Warning to do three things ahead of state pension change | Personal Finance | Finance


People have been urged to take action as major changes are coming in to the state pension. The state pension is a crucial part of many people’s retirement, with the full new state pension now paying £230.25 a week, or £11,973 a year.

However, the access rules for the benefit are soon to change. From 2026, the age when you can start to claim your state pension will increase from 66 to 67. This will happen gradually, from April 2026 to April 2028.

Another rise in the state pension age is also set to take place, with the access age to increase from 67 to 68 between 2044 and 2046. Mike Ambery, retirement savings director at Standard Life, part of Phoenix Group, urged working age people to be mindful that with changes such as this, the state pension “may become less generous over time”.

He encouraged people to plan ahead, saying: “Building up private pension savings, engaging with workplace pensions, and seeking guidance on long-term financial planning are all crucial steps.”

Another way the state pension could be made less generous is if the triple lock is changed. This policy sets how much the state pension increases each April, guaranteeing payments rate go up in line with whichever is highest: inflation, the rise in average earnings, or 2.5 per cent. Thanks to the pledge, payments are expected to go up 4.7 per cent next April, in line with the earnings figure.

But experts have raised concerns that rising payment rates mean the triple lock could soon become unsustainable, forcing the Government to change the policy. Mark Pemberthy, benefits consulting leader at insurance advisory group Gallagher, said the policy is “unaffordable over the long term”.

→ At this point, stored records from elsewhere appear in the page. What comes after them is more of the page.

/**
 * Quantities of the models of where measurement uncertainty comes from: the speed-of-sound scale
 * factor, the BSA formula factor, the display's pixel rows, a caliper's boundary placement
 * uncertainty, a traced perimeter, and relative uncertainties and error limits.
 *
 * Valid ranges are what the definitions allow; typical ranges are those of adult
 * echocardiography. Both are common practice, no source, unless a range says otherwise.
 *
 * @module
 */
import { defineQuantity } from "../core/quantity.ts";
import type { Quantity } from "../core/types.ts";

const NOTE = "common practice, no source";

/**
 * The true speed of sound over the 1540 m/s the scanner assumes, s = c_true/c₀: every displayed
 * distance and velocity is low by the factor s, every area by s², every volume by s³.
 *
 * @example Blood at 1560 m/s: distances are 1.3 % longer than displayed
 * ```ts
 * import { checkValue, quantityField, SOUND_SPEED_SCALE } from "@sonorigor/sonorigor";
 * import assert from "node:assert/strict";
 * const r = checkValue("s", quantityField(SOUND_SPEED_SCALE), 1560 / 1540, { where: "Demo" });
 * assert.equal(r.issues.length, 0); // 1.013 lies in the typical range
 * assert.equal(checkValue("s", quantityField(SOUND_SPEED_SCALE), 0, { where: "Demo" }).issues[0]!.kind, "range");
 * ```
 */
export const SOUND_SPEED_SCALE: Quantity = defineQuantity({
  id: "soundSpeedScale",
  label: "Speed-of-sound scale factor",
  symbol: "s",
  unit: "1",
  description:
    "True speed of sound over the speed the scanner assumes (1540 m/s): displayed distances and velocities are multiplied by s, areas by s², volumes by s³",
  // soft tissues lie within about ±7 % of 1540 m/s; bone reaches 2.6
  valid: { min: 0, max: 10, minExclusive: true },
  typical: { min: 0.9, max: 1.1 },
  resolution: 0.0001,
  rangeNote: NOTE,
});

/**
 * The true body surface area over the estimate of a height–weight formula.
 *
 * @example
 * ```ts
 * import { BSA_FORMULA_FACTOR, checkValue, quantityField } from "@sonorigor/sonorigor";
 * import assert from "node:assert/strict";
 * assert.equal(checkValue("f", quantityField(BSA_FORMULA_FACTOR), 1.2, { where: "Demo" }).issues[0]!.kind, "typical");
 * ```
 */
export const BSA_FORMULA_FACTOR: Quantity = defineQuantity({
  id: "bsaFormulaFactor",
  label: "BSA formula factor",
  symbol: "f_BSA",
  unit: "1",
  description: "True body surface area over the estimate of a height–weight formula",
  valid: { min: 0, max: 2, minExclusive: true },
  typical: { min: 0.9, max: 1.1 },
  resolution: 0.001,
  rangeNote: NOTE,
});

/**
 * Number of display pixel rows over which the image depth is drawn.
 *
 * @example A fraction of a row is refused
 * ```ts
 * import { checkValue, IMAGE_ROWS, quantityField } from "@sonorigor/sonorigor";
 * import assert from "node:assert/strict";
 * assert.equal(checkValue("rows", quantityField(IMAGE_ROWS), 600, { where: "Demo" }).value, 600);
 * assert.equal(checkValue("rows", quantityField(IMAGE_ROWS), 600.5, { where: "Demo" }).value, undefined);
 * ```
 */
export const IMAGE_ROWS: Quantity = defineQuantity({
  id: "imageRows",
  label: "Image rows",
  symbol: "N_rows",
  unit: "1",
  description: "Number of display pixel rows over which the image depth is drawn",
  valid: { min: 1, max: 100000 },
  typical: { min: 200, max: 2500 },
  resolution: 1,
  integer: true,
  rangeNote: NOTE,
});

/**
 * Standard uncertainty of placing one caliper on one boundary (an edge of a wall, a vessel or a
 * cavity).
 *
 * @example
 * ```ts
 * import { BOUNDARY_PLACEMENT_UNCERTAINTY, checkValue, quantityField } from "@sonorigor/sonorigor";
 * import assert from "node:assert/strict";
 * const f = quantityField(BOUNDARY_PLACEMENT_UNCERTAINTY);
 * assert.equal(checkValue("u", f, "0.03 cm", { where: "Demo" }).value, 0.3);
 * ```
 */
export const BOUNDARY_PLACEMENT_UNCERTAINTY: Quantity = defineQuantity({
  id: "boundaryPlacementUncertainty",
  label: "Boundary placement uncertainty",
  symbol: "u_b",
  unit: "mm",
  description: "Standard uncertainty of placing one caliper on one boundary",
  valid: { min: 0, max: 20 },
  typical: { min: 0, max: 2 },
  resolution: 0.01,
  rangeNote: NOTE,
});

/**
 * Perimeter of a contour traced on the image (a cavity or an orifice).
 *
 * @example
 * ```ts
 * import { checkValue, quantityField, TRACED_PERIMETER } from "@sonorigor/sonorigor";
 * import assert from "node:assert/strict";
 * assert.equal(checkValue("p", quantityField(TRACED_PERIMETER), "250 mm", { where: "Demo" }).value, 25);
 * ```
 */
export const TRACED_PERIMETER: Quantity = defineQuantity({
  id: "tracedPerimeter",
  label: "Traced perimeter",
  symbol: "P",
  unit: "cm",
  description: "Perimeter of a contour traced on the image",
  valid: { min: 0, max: 200, minExclusive: true },
  typical: { min: 2, max: 60 },
  resolution: 0.1,
  rangeNote: NOTE,
});

/**
 * A standard uncertainty relative to the value, in percent.
 *
 * @example
 * ```ts
 * import { checkValue, quantityField, RELATIVE_STANDARD_UNCERTAINTY } from "@sonorigor/sonorigor";
 * import assert from "node:assert/strict";
 * const f = quantityField(RELATIVE_STANDARD_UNCERTAINTY);
 * assert.equal(checkValue("u", f, 100, { where: "Demo" }).issues[0]!.kind, "range");
 * ```
 */
export const RELATIVE_STANDARD_UNCERTAINTY: Quantity = defineQuantity({
  id: "relativeStandardUncertainty",
  label: "Relative standard uncertainty",
  symbol: "u_r",
  unit: "%",
  description: "Standard uncertainty as a percentage of the value",
  valid: { min: 0, max: 100, maxExclusive: true },
  typical: { min: 0, max: 20 },
  resolution: 0.1,
  rangeNote: NOTE,
});

/**
 * The half-width of a relative error known only by its limits: the error lies anywhere within
 * ± this percentage of the value (a rectangular distribution).
 *
 * @example
 * ```ts
 * import { checkValue, quantityField, RELATIVE_ERROR_LIMIT } from "@sonorigor/sonorigor";
 * import assert from "node:assert/strict";
 * assert.equal(checkValue("a", quantityField(RELATIVE_ERROR_LIMIT), 5, { where: "Demo" }).value, 5);
 * ```
 */
export const RELATIVE_ERROR_LIMIT: Quantity = defineQuantity({
  id: "relativeErrorLimit",
  label: "Relative error limit",
  symbol: "a_r",
  unit: "%",
  description: "Half-width of a relative error known only by its limits (± this percentage)",
  valid: { min: 0, max: 100, maxExclusive: true },
  typical: { min: 0, max: 25 },
  resolution: 0.1,
  rangeNote: NOTE,
});

/**
 * The quantities of the uncertainty models, listed for the package's quantity lookup.
 *
 * @example
 * ```ts
 * import { QUANTITIES, UNCERTAINTY_QUANTITIES } from "@sonorigor/sonorigor";
 * import assert from "node:assert/strict";
 * assert.ok(UNCERTAINTY_QUANTITIES.every((q) => QUANTITIES.get(q.id) === q));
 * ```
 */
export const UNCERTAINTY_QUANTITIES: readonly Quantity[] = [
  SOUND_SPEED_SCALE,
  BSA_FORMULA_FACTOR,
  IMAGE_ROWS,
  BOUNDARY_PLACEMENT_UNCERTAINTY,
  TRACED_PERIMETER,
  RELATIVE_STANDARD_UNCERTAINTY,
  RELATIVE_ERROR_LIMIT,
];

He explained why he thinks this: “When wages or inflation spike, the bill for the Government rises dramatically. With public finances already under strain, reform is needed soon to avoid placing an unfair burden on future generations.”

The Government has set up a Pensions Commission to look at how to ensure people have enough funds to retire. Mr Ambery said: “The revival of the independent Pensions Commission offers a vital opportunity to rethink how we support people through longer working lives and ensure the system remains fair, sustainable and trusted for generations to come.

“By looking at savings adequacy and levels of dependence on the state pension it has an opportunity to inform the ongoing state pension age review, ensuring that any future changes are grounded in an understanding of how people rely on the system today.”

The state pension age review is a separate study, looking at where the state pension age should be set. The previous review suggested bringing forward the increase from 67 to 68, but this recommendation was not taken up by the previous Conservative Government.